#### Record excerpts

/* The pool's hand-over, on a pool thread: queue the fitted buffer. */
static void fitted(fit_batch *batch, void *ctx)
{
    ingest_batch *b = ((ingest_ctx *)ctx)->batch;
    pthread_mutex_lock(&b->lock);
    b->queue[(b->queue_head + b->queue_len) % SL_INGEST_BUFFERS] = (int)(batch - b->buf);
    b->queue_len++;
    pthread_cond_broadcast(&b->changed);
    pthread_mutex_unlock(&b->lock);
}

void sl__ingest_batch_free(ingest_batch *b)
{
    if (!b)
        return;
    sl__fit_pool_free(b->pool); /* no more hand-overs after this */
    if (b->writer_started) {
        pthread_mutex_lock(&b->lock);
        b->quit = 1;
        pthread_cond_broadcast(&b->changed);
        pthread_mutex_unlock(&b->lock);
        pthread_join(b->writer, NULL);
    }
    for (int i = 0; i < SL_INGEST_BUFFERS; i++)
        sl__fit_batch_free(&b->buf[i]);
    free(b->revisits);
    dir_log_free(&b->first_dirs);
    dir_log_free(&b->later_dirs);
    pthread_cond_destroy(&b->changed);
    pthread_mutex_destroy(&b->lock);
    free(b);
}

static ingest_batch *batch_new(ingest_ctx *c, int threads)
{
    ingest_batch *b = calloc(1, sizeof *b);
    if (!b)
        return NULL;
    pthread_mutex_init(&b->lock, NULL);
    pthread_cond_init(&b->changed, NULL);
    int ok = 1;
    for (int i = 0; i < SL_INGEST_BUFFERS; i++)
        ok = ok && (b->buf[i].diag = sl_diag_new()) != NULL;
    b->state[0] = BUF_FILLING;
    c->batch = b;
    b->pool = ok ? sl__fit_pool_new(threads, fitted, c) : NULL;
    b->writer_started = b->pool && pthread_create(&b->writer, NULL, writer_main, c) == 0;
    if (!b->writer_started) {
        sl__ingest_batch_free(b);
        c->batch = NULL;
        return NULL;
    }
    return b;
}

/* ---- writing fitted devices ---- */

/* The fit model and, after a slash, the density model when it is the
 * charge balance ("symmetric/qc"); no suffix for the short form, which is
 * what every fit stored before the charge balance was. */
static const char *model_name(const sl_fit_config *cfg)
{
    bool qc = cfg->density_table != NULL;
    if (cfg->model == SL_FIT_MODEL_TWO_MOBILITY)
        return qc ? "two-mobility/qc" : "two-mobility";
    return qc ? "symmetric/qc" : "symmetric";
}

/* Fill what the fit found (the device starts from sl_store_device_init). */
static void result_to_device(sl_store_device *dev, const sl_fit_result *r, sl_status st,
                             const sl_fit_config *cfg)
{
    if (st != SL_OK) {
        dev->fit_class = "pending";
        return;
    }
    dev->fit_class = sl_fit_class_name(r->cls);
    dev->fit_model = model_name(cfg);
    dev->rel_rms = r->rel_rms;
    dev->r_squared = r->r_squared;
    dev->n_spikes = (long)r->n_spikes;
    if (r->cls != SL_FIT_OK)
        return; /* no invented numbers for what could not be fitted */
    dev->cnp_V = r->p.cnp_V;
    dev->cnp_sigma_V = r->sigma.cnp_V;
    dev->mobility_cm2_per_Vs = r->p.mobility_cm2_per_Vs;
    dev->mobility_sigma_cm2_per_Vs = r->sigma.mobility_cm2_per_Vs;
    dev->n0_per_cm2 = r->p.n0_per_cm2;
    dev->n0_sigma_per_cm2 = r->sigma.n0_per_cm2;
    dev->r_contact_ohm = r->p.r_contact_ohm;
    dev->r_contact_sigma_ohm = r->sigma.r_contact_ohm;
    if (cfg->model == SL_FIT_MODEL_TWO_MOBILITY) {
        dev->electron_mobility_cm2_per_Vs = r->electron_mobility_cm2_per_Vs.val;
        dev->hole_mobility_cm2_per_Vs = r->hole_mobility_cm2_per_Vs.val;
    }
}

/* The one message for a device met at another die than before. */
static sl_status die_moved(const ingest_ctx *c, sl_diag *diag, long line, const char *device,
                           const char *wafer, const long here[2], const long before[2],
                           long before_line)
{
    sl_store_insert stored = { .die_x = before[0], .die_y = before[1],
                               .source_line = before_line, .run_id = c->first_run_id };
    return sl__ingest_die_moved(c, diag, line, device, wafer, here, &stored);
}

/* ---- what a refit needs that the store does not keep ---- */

########
#### Record excerpts

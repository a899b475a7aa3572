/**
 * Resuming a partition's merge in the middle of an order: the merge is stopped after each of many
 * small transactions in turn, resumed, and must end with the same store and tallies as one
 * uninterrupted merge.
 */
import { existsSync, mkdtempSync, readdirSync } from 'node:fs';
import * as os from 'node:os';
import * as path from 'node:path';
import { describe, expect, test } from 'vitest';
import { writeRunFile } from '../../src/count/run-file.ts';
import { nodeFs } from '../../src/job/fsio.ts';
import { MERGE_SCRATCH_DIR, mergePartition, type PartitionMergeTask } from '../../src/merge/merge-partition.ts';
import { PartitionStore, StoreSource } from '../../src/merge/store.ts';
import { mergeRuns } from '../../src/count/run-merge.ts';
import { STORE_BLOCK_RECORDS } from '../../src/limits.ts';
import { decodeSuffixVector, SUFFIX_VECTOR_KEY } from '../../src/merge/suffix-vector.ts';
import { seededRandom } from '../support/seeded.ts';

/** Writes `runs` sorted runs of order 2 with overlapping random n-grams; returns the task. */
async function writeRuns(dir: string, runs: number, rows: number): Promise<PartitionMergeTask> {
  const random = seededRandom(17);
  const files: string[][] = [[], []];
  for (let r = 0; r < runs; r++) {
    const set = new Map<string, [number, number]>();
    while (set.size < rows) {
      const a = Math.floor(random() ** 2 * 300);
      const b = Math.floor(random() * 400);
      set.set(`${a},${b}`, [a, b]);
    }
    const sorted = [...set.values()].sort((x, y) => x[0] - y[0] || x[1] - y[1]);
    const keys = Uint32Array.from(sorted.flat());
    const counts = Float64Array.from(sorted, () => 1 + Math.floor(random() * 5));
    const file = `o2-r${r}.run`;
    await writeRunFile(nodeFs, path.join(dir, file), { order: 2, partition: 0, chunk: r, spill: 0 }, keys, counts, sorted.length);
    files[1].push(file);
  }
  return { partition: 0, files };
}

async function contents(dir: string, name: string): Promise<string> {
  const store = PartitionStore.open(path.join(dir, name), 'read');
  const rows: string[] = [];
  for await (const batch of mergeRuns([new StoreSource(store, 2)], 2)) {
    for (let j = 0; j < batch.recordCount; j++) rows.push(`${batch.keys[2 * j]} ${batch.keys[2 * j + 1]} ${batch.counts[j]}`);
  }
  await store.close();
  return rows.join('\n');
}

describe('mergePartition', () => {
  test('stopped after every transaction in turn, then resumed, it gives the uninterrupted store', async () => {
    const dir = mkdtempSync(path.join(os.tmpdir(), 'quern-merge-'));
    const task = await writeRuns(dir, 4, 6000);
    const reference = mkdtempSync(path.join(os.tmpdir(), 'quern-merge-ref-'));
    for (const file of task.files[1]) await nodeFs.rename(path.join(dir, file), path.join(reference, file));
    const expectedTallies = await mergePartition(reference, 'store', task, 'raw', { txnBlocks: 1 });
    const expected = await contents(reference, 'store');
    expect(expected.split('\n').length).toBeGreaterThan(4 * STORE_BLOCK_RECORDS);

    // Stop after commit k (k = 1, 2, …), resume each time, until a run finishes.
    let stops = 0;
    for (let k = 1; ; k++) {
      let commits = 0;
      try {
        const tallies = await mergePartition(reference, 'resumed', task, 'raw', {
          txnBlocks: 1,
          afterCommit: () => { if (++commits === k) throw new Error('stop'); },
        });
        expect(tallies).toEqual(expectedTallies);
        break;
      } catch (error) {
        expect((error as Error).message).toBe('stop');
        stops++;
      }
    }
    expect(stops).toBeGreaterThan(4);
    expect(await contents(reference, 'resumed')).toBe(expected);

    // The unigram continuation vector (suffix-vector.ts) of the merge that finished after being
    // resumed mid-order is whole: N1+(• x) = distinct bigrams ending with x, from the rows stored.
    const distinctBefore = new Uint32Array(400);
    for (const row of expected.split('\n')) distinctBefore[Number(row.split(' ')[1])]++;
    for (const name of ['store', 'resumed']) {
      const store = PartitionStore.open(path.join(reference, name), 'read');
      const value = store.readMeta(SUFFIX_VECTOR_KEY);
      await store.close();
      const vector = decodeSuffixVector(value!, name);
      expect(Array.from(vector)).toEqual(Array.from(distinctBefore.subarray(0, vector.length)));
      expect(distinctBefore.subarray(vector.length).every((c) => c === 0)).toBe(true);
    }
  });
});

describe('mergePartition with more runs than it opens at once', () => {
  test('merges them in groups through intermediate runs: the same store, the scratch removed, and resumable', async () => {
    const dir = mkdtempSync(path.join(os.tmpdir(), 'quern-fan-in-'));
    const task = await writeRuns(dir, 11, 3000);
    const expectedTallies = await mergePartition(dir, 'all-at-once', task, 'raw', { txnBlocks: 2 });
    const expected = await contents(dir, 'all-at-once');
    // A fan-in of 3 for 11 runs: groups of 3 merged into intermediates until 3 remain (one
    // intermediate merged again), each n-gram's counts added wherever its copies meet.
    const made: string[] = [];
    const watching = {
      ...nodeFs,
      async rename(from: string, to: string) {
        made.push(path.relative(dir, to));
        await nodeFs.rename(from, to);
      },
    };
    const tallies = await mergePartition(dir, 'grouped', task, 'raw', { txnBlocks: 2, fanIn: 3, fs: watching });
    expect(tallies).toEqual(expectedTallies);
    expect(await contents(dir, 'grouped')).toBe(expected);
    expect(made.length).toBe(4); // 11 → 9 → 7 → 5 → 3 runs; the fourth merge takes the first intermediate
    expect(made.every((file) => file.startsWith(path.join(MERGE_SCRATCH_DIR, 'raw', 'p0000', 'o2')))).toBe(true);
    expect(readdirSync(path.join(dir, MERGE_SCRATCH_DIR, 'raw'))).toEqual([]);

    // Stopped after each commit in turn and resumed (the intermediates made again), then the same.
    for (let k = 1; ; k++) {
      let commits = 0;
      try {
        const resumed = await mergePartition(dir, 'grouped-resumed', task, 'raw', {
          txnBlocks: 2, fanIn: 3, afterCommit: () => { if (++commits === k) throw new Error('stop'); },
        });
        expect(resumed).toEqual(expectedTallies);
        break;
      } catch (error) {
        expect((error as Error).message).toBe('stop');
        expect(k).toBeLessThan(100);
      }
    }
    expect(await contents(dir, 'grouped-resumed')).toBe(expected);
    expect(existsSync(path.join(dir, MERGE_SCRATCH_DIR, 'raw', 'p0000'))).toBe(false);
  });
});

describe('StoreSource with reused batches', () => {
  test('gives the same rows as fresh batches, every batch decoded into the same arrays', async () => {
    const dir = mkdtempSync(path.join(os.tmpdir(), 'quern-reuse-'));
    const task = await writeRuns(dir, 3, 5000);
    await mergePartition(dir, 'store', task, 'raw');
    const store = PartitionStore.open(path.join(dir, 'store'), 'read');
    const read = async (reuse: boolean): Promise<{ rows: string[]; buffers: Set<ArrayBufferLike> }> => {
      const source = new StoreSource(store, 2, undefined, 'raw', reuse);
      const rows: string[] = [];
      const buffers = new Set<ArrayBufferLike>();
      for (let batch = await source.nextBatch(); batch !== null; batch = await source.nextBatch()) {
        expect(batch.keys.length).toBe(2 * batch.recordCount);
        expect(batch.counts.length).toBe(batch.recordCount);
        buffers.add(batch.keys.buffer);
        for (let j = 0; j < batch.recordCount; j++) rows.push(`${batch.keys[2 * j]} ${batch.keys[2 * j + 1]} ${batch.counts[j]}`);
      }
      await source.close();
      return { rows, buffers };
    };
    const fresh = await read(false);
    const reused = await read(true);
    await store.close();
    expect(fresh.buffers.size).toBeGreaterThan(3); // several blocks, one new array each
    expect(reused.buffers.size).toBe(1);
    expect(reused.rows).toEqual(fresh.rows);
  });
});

########

◆ **What the task requires**: A complete answer reproduces every line of the records in which the word "intermediates" occurs.

◆ **Response for this exercise**:
    // A fan-in of 3 for 11 runs: groups of 3 merged into intermediates until 3 remain (one
    // Stopped after each commit in turn and resumed (the intermediates made again), then the same.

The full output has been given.